Whatever the records below hold, copy it all out exactly.

(Data extracted from a collection)
[Start of section]

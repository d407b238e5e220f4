/**
 * Altona–Sundaralingam pseudorotation of five-membered rings (Altona & Sundaralingam 1972, J. Am. Chem. Soc. 94,
 * 8205; phase formula as the mmCIF dictionary `_struct_mon_nucl.P` gives it), and the stable Fourier
 * (least-squares) rearrangement of the same model (METHODS.md §4.2, derived).
 *
 * Input: the five endocyclic torsions ν0…ν4 in degrees, where for a furanose ν0 = C4′–O4′–C1′–C2′,
 * ν1 = O4′–C1′–C2′–C3′, ν2 = C1′–C2′–C3′–C4′, ν3 = C2′–C3′–C4′–O4′, ν4 = C3′–C4′–O4′–C1′. For a ring in
 * reference order r1…r5 that is ν0 = (r5 r1 r2 r3), ν1 = (r1 r2 r3 r4), … ν4 = (r4 r5 r1 r2).
 * Model: ν_j = ν_max cos(P + 144°(j − 2)).
 */
import { DEG, RAD, wrap360 } from './vec3.js';

/** Pseudorotation phase P (deg, [0, 360)) and amplitude (deg). */
export interface Pseudorotation {
  readonly phaseDeg: number;
  /** τ_m (AS formula) or ν_max (Fourier form), degrees. */
  readonly amplitudeDeg: number;
}

const SIN_SUM = Math.sin(36 * RAD) + Math.sin(72 * RAD);

function checkFive(nuDeg: readonly number[]): void {
  if (nuDeg.length !== 5 || nuDeg.some((v) => !Number.isFinite(v))) {
    throw new RangeError('pseudorotation needs five finite torsions ν0…ν4');
  }
}

/**
 * The Altona–Sundaralingam formula: tan P = [(ν4 + ν1) − (ν3 + ν0)] / [2 ν2 (sin 36° + sin 72°)], taken with
 * atan2 (which adds 180 when ν2 < 0), and τ_m = ν2 / cos P. Returns `null` when the ring is flat (all ν ≈ 0)
 * or when cos P ≈ 0 makes τ_m undefined (use `fourierPseudorotation` there).
 * @example altonaSundaralingam([-26.7, 46.3, -47.1, 33.4, -4.4]) // { phaseDeg ≈ 166.35, amplitudeDeg ≈ 48.47 }
 */
export function altonaSundaralingam(nuDeg: readonly number[]): Pseudorotation | null {
  checkFive(nuDeg);
  const [n0, n1, n2, n3, n4] = nuDeg as [number, number, number, number, number];
  const y = n4 + n1 - (n3 + n0);
  const x = 2 * n2 * SIN_SUM;
  if (Math.hypot(x, y) < 1e-9) return null;
  const p = Math.atan2(y, x);
  const c = Math.cos(p);
  if (Math.abs(c) < 1e-9) return null;
  return { phaseDeg: wrap360(p * DEG), amplitudeDeg: n2 / c };
}

/**
 * Fourier (least-squares) form of the same model, stable for every P:
 * A = Σ ν_j cos(144°(j−2)), B = −Σ ν_j sin(144°(j−2)), P = atan2(B, A), ν_max = (2/5)·√(A² + B²).
 * Returns `null` for a flat ring (all ν ≈ 0).
 * @example fourierPseudorotation([-26.7, 46.3, -47.1, 33.4, -4.4]) // { phaseDeg ≈ 166.64, amplitudeDeg ≈ 49.83 }
 */
export function fourierPseudorotation(nuDeg: readonly number[]): Pseudorotation | null {
  checkFive(nuDeg);
  let a = 0;
  let b = 0;
  nuDeg.forEach((v, j) => {
    const t = 144 * (j - 2) * RAD;
    a += v * Math.cos(t);
    b -= v * Math.sin(t);
  });
  const amp = 0.4 * Math.hypot(a, b);
  if (amp < 1e-9) return null;
  return { phaseDeg: wrap360(Math.atan2(b, a) * DEG), amplitudeDeg: amp };
}
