/**
 * Torsion A–B–C–D (IUPAC sign, docs/methods.md#torsion) straight from a flat xyz array, without building vectors:
 * the per-frame form of `torsion` for trajectories.
 */

const DEG = 180 / Math.PI;
const COLLINEAR_EPS = 1e-6;

/**
 * Torsion of atoms a, b, c, d (0-based) in `coords` (x, y, z of atom i at 3i…3i+2), degrees in (−180, 180];
 * NaN when A–B–C or B–C–D is collinear (the same cases where `torsion` returns null).
 * @example torsionAt(frame.coords, 0, 1, 2, 3)
 */
export function torsionAt(coords: Float64Array, a: number, b: number, c: number, d: number): number {
  const bx = coords[3 * b]!, by = coords[3 * b + 1]!, bz = coords[3 * b + 2]!;
  const cx = coords[3 * c]!, cy = coords[3 * c + 1]!, cz = coords[3 * c + 2]!;
  let ux = cx - bx, uy = cy - by, uz = cz - bz;
  const ul = Math.sqrt(ux * ux + uy * uy + uz * uz);
  if (!(ul > 1e-12)) return NaN;
  ux /= ul; uy /= ul; uz /= ul;
  // v = (A − B) ⊥ u, w = (D − C) ⊥ u
  let vx = coords[3 * a]! - bx, vy = coords[3 * a + 1]! - by, vz = coords[3 * a + 2]! - bz;
  let t = vx * ux + vy * uy + vz * uz;
  vx -= t * ux; vy -= t * uy; vz -= t * uz;
  let wx = coords[3 * d]! - cx, wy = coords[3 * d + 1]! - cy, wz = coords[3 * d + 2]! - cz;
  t = wx * ux + wy * uy + wz * uz;
  wx -= t * ux; wy -= t * uy; wz -= t * uz;
  if (Math.sqrt(vx * vx + vy * vy + vz * vz) < COLLINEAR_EPS || Math.sqrt(wx * wx + wy * wy + wz * wz) < COLLINEAR_EPS) return NaN;
  const px = uy * vz - uz * vy, py = uz * vx - ux * vz, pz = ux * vy - uy * vx;
  const r = Math.atan2(px * wx + py * wy + pz * wz, vx * wx + vy * wy + vz * wz) * DEG;
  return r <= -180 ? 180 : r;
}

[End of section]

> Final answer:
repository d407b238e5e220f4
/**
 * Altona–Sundaralingam pseudorotation of five-membered rings (Altona & Sundaralingam 1972, J. Am. Chem. Soc. 94,
 * 8205; phase formula as the mmCIF dictionary `_struct_mon_nucl.P` gives it), and the stable Fourier
 * (least-squares) rearrangement of the same model (METHODS.md §4.2, derived).
 *
 * Input: the five endocyclic torsions ν0…ν4 in degrees, where for a furanose ν0 = C4′–O4′–C1′–C2′,
 * ν1 = O4′–C1′–C2′–C3′, ν2 = C1′–C2′–C3′–C4′, ν3 = C2′–C3′–C4′–O4′, ν4 = C3′–C4′–O4′–C1′. For a ring in
 * reference order r1…r5 that is ν0 = (r5 r1 r2 r3), ν1 = (r1 r2 r3 r4), … ν4 = (r4 r5 r1 r2).
 * Model: ν_j = ν_max cos(P + 144°(j − 2)).
 */
import { DEG, RAD, wrap360 } from './vec3.js';

/** Pseudorotation phase P (deg, [0, 360)) and amplitude (deg). */
export interface Pseudorotation {
  readonly phaseDeg: number;
  /** τ_m (AS formula) or ν_max (Fourier form), degrees. */
  readonly amplitudeDeg: number;
}

const SIN_SUM = Math.sin(36 * RAD) + Math.sin(72 * RAD);

function checkFive(nuDeg: readonly number[]): void {
  if (nuDeg.length !== 5 || nuDeg.some((v) => !Number.isFinite(v))) {
    throw new RangeError('pseudorotation needs five finite torsions ν0…ν4');
  }
}

/**
 * The Altona–Sundaralingam formula: tan P = [(ν4 + ν1) − (ν3 + ν0)] / [2 ν2 (sin 36° + sin 72°)], taken with
 * atan2 (which adds 180 when ν2 < 0), and τ_m = ν2 / cos P. Returns `null` when the ring is flat (all ν ≈ 0)
 * or when cos P ≈ 0 makes τ_m undefined (use `fourierPseudorotation` there).
 * @example altonaSundaralingam([-26.7, 46.3, -47.1, 33.4, -4.4]) // { phaseDeg ≈ 166.35, amplitudeDeg ≈ 48.47 }
 */
export function altonaSundaralingam(nuDeg: readonly number[]): Pseudorotation | null {
  checkFive(nuDeg);
  const [n0, n1, n2, n3, n4] = nuDeg as [number, number, number, number, number];
  const y = n4 + n1 - (n3 + n0);
  const x = 2 * n2 * SIN_SUM;
  if (Math.hypot(x, y) < 1e-9) return null;
  const p = Math.atan2(y, x);
  const c = Math.cos(p);
  if (Math.abs(c) < 1e-9) return null;
  return { phaseDeg: wrap360(p * DEG), amplitudeDeg: n2 / c };
}

/**
 * Fourier (least-squares) form of the same model, stable for every P:
 * A = Σ ν_j cos(144°(j−2)), B = −Σ ν_j sin(144°(j−2)), P = atan2(B, A), ν_max = (2/5)·√(A² + B²).
 * Returns `null` for a flat ring (all ν ≈ 0).
 * @example fourierPseudorotation([-26.7, 46.3, -47.1, 33.4, -4.4]) // { phaseDeg ≈ 166.64, amplitudeDeg ≈ 49.83 }
 */
export function fourierPseudorotation(nuDeg: readonly number[]): Pseudorotation | null {
  checkFive(nuDeg);
  let a = 0;
  let b = 0;
  nuDeg.forEach((v, j) => {
    const t = 144 * (j - 2) * RAD;
    a += v * Math.cos(t);
    b -= v * Math.sin(t);
  });
  const amp = 0.4 * Math.hypot(a, b);
  if (amp < 1e-9) return null;
  return { phaseDeg: wrap360(Math.atan2(b, a) * DEG), amplitudeDeg: amp };
}
/**
 * Torsion A–B–C–D (IUPAC sign, docs/methods.md#torsion) straight from a flat xyz array, without building vectors:
 * the per-frame form of `torsion` for trajectories.
 */

const DEG = 180 / Math.PI;
const COLLINEAR_EPS = 1e-6;

/**
 * Torsion of atoms a, b, c, d (0-based) in `coords` (x, y, z of atom i at 3i…3i+2), degrees in (−180, 180];
 * NaN when A–B–C or B–C–D is collinear (the same cases where `torsion` returns null).
 * @example torsionAt(frame.coords, 0, 1, 2, 3)
 */
export function torsionAt(coords: Float64Array, a: number, b: number, c: number, d: number): number {
  const bx = coords[3 * b]!, by = coords[3 * b + 1]!, bz = coords[3 * b + 2]!;
  const cx = coords[3 * c]!, cy = coords[3 * c + 1]!, cz = coords[3 * c + 2]!;
  let ux = cx - bx, uy = cy - by, uz = cz - bz;
  const ul = Math.sqrt(ux * ux + uy * uy + uz * uz);
  if (!(ul > 1e-12)) return NaN;
  ux /= ul; uy /= ul; uz /= ul;
  // v = (A − B) ⊥ u, w = (D − C) ⊥ u
  let vx = coords[3 * a]! - bx, vy = coords[3 * a + 1]! - by, vz = coords[3 * a + 2]! - bz;
  let t = vx * ux + vy * uy + vz * uz;
  vx -= t * ux; vy -= t * uy; vz -= t * uz;
  let wx = coords[3 * d]! - cx, wy = coords[3 * d + 1]! - cy, wz = coords[3 * d + 2]! - cz;
  t = wx * ux + wy * uy + wz * uz;
  wx -= t * ux; wy -= t * uy; wz -= t * uz;
  if (Math.sqrt(vx * vx + vy * vy + vz * vz) < COLLINEAR_EPS || Math.sqrt(wx * wx + wy * wy + wz * wz) < COLLINEAR_EPS) return NaN;
  const px = uy * vz - uz * vy, py = uz * vx - ux * vz, pz = ux * vy - uy * vx;
  const r = Math.atan2(px * wx + py * wy + pz * wz, vx * wx + vy * wy + vz * wz) * DEG;
  return r <= -180 ? 180 : r;
}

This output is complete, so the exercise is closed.